┌────────

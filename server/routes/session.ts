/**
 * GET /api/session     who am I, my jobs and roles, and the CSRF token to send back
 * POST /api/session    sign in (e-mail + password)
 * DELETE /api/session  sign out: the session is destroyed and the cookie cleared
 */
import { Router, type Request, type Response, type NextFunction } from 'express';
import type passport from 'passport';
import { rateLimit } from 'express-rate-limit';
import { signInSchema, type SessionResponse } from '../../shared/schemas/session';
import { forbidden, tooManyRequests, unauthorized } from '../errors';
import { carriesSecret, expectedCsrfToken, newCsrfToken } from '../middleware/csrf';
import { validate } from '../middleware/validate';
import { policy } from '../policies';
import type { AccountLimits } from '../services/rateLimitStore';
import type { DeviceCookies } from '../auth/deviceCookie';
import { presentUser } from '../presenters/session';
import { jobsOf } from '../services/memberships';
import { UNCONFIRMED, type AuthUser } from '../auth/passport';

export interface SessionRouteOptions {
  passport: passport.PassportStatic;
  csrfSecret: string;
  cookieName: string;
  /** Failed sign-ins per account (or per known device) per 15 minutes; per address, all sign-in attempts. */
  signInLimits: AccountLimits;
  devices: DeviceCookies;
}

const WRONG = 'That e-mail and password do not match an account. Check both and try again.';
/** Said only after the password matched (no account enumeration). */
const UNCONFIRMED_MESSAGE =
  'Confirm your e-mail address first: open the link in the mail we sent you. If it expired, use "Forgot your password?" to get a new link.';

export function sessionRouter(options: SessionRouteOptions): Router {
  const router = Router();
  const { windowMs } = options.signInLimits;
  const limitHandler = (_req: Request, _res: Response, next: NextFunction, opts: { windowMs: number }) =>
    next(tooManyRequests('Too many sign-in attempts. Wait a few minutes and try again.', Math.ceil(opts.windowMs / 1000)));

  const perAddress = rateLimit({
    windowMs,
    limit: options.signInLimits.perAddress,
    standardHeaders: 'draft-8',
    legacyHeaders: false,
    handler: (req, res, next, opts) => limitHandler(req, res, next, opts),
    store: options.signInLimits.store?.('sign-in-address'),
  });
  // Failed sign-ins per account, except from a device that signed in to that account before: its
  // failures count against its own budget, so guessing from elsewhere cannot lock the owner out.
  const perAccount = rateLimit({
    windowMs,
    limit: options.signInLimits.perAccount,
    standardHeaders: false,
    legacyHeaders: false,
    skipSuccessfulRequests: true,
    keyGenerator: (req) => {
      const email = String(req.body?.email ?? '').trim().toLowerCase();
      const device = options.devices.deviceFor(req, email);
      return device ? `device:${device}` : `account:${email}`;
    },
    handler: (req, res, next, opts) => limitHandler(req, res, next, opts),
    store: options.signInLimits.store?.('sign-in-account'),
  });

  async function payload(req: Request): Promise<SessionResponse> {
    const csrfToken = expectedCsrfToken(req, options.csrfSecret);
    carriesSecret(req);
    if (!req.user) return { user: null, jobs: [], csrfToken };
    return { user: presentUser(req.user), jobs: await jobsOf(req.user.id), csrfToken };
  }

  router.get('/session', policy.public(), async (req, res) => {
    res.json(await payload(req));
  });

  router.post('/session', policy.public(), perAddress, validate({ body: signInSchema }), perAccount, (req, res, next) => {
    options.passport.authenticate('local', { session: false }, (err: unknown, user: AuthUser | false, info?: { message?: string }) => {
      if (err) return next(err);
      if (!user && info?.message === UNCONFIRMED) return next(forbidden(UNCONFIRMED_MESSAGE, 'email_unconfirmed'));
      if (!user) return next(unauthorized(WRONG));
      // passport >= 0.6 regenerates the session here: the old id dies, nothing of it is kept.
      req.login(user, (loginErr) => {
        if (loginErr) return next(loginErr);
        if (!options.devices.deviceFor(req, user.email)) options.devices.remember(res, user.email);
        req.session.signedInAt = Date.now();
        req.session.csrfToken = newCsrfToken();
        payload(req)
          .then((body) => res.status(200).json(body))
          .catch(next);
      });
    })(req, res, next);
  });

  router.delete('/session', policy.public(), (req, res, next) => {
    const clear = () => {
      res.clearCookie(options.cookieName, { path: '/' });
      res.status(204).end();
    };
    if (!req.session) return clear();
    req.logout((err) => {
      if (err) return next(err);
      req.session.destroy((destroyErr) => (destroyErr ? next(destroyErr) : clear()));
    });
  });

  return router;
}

└────────
┌────────

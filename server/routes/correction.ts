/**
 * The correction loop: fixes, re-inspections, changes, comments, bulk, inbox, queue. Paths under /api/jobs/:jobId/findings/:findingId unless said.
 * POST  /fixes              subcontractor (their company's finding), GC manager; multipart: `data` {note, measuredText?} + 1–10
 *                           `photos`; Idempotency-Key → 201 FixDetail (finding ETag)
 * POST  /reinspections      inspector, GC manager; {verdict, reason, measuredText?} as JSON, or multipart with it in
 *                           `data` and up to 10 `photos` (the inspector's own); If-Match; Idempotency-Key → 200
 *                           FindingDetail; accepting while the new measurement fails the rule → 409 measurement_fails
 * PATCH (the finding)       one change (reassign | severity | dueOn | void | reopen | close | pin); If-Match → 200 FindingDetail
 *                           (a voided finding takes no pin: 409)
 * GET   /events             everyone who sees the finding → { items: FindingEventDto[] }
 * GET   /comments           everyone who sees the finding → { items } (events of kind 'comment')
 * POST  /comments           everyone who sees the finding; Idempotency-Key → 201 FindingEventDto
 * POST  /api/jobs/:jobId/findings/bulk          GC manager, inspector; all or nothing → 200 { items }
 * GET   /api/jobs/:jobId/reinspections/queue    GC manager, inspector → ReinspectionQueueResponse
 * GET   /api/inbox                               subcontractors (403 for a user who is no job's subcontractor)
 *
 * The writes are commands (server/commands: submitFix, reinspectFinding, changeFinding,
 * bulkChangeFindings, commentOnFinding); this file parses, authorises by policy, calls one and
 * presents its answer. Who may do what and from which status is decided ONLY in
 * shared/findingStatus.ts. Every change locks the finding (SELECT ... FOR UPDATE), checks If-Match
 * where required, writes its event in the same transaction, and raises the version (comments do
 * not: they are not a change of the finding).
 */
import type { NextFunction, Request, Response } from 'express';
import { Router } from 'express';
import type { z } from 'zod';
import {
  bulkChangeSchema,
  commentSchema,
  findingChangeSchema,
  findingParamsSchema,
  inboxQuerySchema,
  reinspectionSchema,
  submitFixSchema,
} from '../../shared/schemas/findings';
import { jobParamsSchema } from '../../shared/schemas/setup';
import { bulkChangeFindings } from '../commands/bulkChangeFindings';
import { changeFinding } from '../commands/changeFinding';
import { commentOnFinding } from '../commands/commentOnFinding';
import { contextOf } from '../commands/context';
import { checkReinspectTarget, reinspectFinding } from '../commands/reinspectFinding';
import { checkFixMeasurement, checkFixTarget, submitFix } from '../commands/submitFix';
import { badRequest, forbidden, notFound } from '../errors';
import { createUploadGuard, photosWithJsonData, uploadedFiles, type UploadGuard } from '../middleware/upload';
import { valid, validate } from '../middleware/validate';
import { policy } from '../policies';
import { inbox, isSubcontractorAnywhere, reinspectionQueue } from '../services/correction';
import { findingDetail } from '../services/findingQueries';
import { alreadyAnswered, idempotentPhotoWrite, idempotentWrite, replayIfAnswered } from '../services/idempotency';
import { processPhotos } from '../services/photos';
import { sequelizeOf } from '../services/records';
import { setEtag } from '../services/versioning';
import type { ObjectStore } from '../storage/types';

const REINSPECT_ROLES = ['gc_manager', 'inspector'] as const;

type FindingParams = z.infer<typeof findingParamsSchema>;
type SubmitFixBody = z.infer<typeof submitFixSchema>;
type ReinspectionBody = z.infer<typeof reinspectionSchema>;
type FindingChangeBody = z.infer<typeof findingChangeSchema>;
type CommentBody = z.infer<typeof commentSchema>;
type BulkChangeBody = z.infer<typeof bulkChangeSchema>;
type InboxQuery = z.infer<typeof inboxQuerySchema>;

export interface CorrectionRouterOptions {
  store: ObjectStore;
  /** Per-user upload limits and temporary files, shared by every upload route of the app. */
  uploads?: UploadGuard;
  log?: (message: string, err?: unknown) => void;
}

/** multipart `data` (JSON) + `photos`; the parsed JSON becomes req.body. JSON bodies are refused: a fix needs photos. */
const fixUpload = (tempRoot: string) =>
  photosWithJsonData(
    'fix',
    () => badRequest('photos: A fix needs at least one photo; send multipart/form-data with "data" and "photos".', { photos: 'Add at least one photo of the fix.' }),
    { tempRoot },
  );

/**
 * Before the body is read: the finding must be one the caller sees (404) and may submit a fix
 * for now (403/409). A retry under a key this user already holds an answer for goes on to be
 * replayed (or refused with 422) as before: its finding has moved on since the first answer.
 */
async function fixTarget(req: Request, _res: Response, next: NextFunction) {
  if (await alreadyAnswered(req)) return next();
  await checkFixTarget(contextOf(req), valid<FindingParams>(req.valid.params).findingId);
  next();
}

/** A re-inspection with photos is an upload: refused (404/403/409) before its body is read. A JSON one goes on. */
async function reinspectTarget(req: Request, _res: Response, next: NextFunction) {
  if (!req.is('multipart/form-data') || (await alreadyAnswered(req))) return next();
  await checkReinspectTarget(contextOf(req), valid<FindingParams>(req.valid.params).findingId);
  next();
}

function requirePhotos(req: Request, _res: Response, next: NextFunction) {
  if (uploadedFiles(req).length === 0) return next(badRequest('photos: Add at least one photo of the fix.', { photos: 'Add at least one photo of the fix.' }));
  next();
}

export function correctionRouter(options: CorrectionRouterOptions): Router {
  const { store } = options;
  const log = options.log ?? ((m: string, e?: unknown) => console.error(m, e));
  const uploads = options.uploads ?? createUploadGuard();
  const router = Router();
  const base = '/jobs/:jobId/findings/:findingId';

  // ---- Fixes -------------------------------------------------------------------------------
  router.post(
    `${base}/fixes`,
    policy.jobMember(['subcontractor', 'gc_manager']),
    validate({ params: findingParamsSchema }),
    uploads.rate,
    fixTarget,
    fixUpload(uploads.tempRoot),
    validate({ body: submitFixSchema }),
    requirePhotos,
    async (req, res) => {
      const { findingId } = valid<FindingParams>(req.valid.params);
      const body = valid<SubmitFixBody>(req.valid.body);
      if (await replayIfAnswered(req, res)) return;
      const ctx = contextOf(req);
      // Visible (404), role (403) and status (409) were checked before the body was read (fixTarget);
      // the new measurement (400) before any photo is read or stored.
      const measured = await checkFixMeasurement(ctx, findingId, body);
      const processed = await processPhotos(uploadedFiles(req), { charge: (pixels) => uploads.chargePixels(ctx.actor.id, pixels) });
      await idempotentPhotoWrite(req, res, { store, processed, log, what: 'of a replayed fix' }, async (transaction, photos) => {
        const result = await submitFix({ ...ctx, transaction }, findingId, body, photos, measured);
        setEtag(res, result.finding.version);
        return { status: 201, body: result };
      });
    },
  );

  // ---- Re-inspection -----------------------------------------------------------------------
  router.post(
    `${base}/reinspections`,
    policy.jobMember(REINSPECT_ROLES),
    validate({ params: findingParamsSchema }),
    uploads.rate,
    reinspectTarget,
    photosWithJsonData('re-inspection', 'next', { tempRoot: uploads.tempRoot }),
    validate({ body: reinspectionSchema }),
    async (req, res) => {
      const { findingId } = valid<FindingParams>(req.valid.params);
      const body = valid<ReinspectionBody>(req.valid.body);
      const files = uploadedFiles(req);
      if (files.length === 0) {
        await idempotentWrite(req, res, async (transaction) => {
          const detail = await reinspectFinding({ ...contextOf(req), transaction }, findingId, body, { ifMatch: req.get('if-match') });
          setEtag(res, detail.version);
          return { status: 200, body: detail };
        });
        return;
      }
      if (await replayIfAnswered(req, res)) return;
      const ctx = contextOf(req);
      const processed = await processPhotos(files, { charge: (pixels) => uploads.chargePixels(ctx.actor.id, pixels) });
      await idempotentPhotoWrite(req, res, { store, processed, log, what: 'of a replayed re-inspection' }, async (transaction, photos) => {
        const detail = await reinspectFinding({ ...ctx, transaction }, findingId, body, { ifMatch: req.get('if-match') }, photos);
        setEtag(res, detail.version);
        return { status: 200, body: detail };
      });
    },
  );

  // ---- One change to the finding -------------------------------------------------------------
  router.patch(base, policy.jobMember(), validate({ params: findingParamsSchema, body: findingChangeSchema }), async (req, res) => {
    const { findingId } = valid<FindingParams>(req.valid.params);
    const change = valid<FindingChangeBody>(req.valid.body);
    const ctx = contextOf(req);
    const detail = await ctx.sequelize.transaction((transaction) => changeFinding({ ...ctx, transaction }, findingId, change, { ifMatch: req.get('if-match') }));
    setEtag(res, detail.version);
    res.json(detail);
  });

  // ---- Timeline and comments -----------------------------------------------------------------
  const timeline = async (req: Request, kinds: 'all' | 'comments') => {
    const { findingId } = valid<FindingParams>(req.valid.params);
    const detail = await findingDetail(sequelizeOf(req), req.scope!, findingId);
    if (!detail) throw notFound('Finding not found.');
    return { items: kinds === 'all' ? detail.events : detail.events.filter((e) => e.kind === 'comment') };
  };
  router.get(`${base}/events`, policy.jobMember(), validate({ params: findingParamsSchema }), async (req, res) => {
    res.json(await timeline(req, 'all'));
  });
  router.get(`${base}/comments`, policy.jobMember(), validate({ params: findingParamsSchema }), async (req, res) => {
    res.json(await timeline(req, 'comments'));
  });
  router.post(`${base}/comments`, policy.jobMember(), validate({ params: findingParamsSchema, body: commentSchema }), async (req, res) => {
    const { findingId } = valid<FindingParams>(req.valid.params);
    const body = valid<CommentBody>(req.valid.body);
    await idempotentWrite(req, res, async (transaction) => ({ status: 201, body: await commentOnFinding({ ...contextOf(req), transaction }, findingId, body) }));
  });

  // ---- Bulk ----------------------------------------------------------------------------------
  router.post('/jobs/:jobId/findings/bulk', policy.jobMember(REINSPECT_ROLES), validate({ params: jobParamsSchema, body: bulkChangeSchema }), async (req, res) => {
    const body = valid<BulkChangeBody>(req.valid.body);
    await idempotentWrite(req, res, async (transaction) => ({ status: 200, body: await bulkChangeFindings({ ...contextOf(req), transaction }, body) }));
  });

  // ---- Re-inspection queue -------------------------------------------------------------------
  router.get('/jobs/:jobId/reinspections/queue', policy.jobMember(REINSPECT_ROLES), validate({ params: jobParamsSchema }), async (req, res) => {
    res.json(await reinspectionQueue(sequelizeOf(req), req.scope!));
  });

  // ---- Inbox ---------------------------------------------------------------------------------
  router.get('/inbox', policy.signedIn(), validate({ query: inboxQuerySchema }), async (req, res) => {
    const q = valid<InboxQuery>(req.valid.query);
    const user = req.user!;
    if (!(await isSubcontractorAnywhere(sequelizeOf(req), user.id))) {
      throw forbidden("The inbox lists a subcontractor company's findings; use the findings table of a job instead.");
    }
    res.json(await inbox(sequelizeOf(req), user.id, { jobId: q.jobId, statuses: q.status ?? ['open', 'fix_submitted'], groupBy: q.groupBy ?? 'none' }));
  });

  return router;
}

└────────
┌────────

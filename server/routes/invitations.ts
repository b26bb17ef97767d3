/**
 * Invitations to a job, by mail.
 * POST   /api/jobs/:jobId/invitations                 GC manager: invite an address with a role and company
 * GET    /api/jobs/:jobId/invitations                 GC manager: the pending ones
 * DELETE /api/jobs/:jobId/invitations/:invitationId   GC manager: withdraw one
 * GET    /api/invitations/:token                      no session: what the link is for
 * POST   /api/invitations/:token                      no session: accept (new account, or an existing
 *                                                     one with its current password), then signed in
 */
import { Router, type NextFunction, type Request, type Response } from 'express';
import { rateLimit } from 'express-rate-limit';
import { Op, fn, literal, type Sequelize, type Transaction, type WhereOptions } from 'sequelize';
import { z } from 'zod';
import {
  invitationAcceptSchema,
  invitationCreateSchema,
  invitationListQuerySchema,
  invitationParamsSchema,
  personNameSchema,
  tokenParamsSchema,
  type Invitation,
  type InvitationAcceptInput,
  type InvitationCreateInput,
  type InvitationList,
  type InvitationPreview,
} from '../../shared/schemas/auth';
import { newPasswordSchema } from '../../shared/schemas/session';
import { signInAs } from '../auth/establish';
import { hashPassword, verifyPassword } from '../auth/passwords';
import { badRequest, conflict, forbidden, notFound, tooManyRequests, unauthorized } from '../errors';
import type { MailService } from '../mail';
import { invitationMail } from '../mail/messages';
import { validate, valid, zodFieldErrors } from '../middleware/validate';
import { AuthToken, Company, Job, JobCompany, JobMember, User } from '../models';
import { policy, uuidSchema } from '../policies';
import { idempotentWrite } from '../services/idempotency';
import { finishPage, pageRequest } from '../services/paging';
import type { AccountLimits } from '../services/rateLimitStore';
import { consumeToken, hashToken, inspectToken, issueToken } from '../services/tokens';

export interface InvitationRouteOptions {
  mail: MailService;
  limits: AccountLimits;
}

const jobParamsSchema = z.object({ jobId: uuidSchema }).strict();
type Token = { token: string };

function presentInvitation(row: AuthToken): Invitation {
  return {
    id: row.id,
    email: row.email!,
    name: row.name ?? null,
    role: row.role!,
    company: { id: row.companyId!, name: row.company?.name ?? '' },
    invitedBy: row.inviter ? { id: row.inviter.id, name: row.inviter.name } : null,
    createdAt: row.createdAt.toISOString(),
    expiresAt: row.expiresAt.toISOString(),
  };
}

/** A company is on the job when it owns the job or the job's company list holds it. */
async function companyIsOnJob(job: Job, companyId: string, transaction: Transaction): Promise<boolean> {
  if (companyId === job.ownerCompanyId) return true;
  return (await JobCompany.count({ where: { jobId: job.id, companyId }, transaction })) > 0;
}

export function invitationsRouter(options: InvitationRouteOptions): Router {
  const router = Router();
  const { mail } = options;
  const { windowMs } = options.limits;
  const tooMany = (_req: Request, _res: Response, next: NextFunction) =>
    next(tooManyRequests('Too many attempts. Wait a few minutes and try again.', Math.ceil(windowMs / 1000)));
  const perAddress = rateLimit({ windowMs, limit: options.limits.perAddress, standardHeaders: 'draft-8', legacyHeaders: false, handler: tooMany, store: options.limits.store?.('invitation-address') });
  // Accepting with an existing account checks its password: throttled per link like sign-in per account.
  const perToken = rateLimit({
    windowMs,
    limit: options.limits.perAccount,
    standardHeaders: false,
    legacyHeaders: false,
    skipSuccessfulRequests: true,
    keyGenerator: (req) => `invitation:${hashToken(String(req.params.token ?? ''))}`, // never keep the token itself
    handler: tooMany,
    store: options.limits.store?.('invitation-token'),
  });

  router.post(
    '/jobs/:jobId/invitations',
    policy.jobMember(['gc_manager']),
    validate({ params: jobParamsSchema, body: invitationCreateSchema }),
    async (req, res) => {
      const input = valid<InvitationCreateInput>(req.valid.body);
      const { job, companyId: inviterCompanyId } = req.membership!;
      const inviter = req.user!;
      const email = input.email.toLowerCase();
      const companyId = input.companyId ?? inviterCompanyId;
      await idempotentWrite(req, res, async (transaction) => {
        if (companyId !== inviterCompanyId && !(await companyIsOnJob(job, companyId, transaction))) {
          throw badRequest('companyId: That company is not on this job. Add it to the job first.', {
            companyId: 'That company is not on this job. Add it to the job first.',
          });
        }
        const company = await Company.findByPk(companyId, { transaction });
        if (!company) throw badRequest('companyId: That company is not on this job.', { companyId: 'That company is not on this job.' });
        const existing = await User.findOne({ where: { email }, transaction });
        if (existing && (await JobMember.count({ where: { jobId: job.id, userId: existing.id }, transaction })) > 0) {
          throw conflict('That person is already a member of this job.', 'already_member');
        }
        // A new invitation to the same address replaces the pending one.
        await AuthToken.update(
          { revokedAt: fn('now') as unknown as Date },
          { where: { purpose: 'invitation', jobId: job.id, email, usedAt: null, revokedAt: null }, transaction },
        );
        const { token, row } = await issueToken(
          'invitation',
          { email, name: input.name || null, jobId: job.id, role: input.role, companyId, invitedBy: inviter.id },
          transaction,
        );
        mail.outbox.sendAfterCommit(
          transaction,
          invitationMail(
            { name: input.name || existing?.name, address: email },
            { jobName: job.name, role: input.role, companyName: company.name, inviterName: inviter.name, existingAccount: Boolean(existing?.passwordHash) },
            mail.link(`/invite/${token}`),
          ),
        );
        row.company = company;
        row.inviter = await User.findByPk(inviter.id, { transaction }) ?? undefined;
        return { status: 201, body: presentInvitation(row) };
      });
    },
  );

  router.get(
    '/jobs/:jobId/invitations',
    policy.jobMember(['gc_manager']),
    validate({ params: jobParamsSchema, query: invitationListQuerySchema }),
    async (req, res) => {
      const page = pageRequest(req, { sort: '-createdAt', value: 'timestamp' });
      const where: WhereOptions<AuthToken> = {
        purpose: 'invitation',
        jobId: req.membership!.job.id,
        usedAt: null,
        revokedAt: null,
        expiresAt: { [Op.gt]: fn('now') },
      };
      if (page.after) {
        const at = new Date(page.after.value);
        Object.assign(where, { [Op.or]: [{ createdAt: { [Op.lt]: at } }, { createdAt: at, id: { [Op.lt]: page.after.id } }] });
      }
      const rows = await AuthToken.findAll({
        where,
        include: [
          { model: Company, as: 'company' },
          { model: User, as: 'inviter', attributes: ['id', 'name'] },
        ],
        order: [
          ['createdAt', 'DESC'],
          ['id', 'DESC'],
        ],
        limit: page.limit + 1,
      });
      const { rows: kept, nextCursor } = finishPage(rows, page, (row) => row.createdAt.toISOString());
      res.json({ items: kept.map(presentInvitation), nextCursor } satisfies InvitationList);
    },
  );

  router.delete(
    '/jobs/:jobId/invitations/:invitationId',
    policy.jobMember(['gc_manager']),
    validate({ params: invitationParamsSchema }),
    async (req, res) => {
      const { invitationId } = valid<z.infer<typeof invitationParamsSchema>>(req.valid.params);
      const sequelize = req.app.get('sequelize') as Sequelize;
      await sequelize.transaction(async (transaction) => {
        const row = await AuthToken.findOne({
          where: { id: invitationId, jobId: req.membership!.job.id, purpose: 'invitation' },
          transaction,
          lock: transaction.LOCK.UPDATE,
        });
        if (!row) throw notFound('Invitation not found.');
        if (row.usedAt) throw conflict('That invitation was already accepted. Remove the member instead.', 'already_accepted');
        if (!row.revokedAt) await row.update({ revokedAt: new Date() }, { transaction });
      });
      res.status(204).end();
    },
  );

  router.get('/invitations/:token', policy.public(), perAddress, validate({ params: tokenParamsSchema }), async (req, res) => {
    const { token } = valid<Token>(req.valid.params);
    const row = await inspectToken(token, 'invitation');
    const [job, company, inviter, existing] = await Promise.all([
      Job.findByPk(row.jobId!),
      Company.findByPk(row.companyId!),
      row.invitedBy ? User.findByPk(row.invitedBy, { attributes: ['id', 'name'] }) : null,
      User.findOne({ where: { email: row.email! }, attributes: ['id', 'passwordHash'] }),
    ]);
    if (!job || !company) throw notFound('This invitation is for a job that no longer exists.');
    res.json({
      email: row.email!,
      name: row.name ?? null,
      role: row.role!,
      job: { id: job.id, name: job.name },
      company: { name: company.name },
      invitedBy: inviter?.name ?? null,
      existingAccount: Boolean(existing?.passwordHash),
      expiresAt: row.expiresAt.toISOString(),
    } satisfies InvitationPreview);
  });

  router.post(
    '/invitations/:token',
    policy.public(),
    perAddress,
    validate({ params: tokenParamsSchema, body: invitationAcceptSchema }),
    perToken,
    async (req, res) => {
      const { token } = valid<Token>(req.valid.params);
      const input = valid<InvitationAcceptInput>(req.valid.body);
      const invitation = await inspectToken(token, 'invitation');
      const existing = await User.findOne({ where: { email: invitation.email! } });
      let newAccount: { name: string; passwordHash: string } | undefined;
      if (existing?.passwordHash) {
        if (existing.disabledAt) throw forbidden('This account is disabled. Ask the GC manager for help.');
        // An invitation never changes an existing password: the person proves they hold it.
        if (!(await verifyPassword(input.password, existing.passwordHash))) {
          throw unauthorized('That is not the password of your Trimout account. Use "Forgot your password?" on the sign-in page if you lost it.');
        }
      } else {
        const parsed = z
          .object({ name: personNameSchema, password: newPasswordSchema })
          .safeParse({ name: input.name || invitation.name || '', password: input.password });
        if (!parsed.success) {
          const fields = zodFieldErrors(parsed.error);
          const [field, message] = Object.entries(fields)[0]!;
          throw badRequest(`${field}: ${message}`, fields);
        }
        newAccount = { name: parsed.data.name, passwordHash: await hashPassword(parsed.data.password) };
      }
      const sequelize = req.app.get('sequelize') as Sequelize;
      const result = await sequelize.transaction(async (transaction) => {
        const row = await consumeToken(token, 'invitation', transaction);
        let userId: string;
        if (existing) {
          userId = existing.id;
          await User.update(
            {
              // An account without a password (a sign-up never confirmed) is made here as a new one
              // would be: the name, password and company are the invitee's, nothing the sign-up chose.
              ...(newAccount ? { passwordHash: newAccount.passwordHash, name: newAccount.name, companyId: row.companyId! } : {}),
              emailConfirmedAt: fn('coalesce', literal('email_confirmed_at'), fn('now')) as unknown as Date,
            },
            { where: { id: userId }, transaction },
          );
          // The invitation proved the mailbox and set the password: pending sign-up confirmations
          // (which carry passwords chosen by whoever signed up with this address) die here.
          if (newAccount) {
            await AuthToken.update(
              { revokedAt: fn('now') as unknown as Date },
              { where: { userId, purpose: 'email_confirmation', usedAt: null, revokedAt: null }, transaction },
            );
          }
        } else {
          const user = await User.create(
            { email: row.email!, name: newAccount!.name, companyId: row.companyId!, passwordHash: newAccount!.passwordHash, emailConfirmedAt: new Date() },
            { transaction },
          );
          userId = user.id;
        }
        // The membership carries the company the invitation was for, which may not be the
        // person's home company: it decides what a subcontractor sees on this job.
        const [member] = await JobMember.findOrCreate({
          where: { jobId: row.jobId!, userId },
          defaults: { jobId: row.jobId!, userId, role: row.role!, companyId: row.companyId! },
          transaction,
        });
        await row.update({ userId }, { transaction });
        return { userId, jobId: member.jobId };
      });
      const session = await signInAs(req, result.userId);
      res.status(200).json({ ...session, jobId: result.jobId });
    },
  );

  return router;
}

└────────

#### [Task instructions]
Taking the entries above, write out exactly each line from the one holding "sort: '-createdAt', value: 'timestamp'" to the one holding "const at = new", both included, and stop there.

#### [Solution to this exercise]
      const page = pageRequest(req, { sort: '-createdAt', value: 'timestamp' });
      const where: WhereOptions<AuthToken> = {
        purpose: 'invitation',
        jobId: req.membership!.job.id,
        usedAt: null,
        revokedAt: null,
        expiresAt: { [Op.gt]: fn('now') },
      };
      if (page.after) {
        const at = new Date(page.after.value);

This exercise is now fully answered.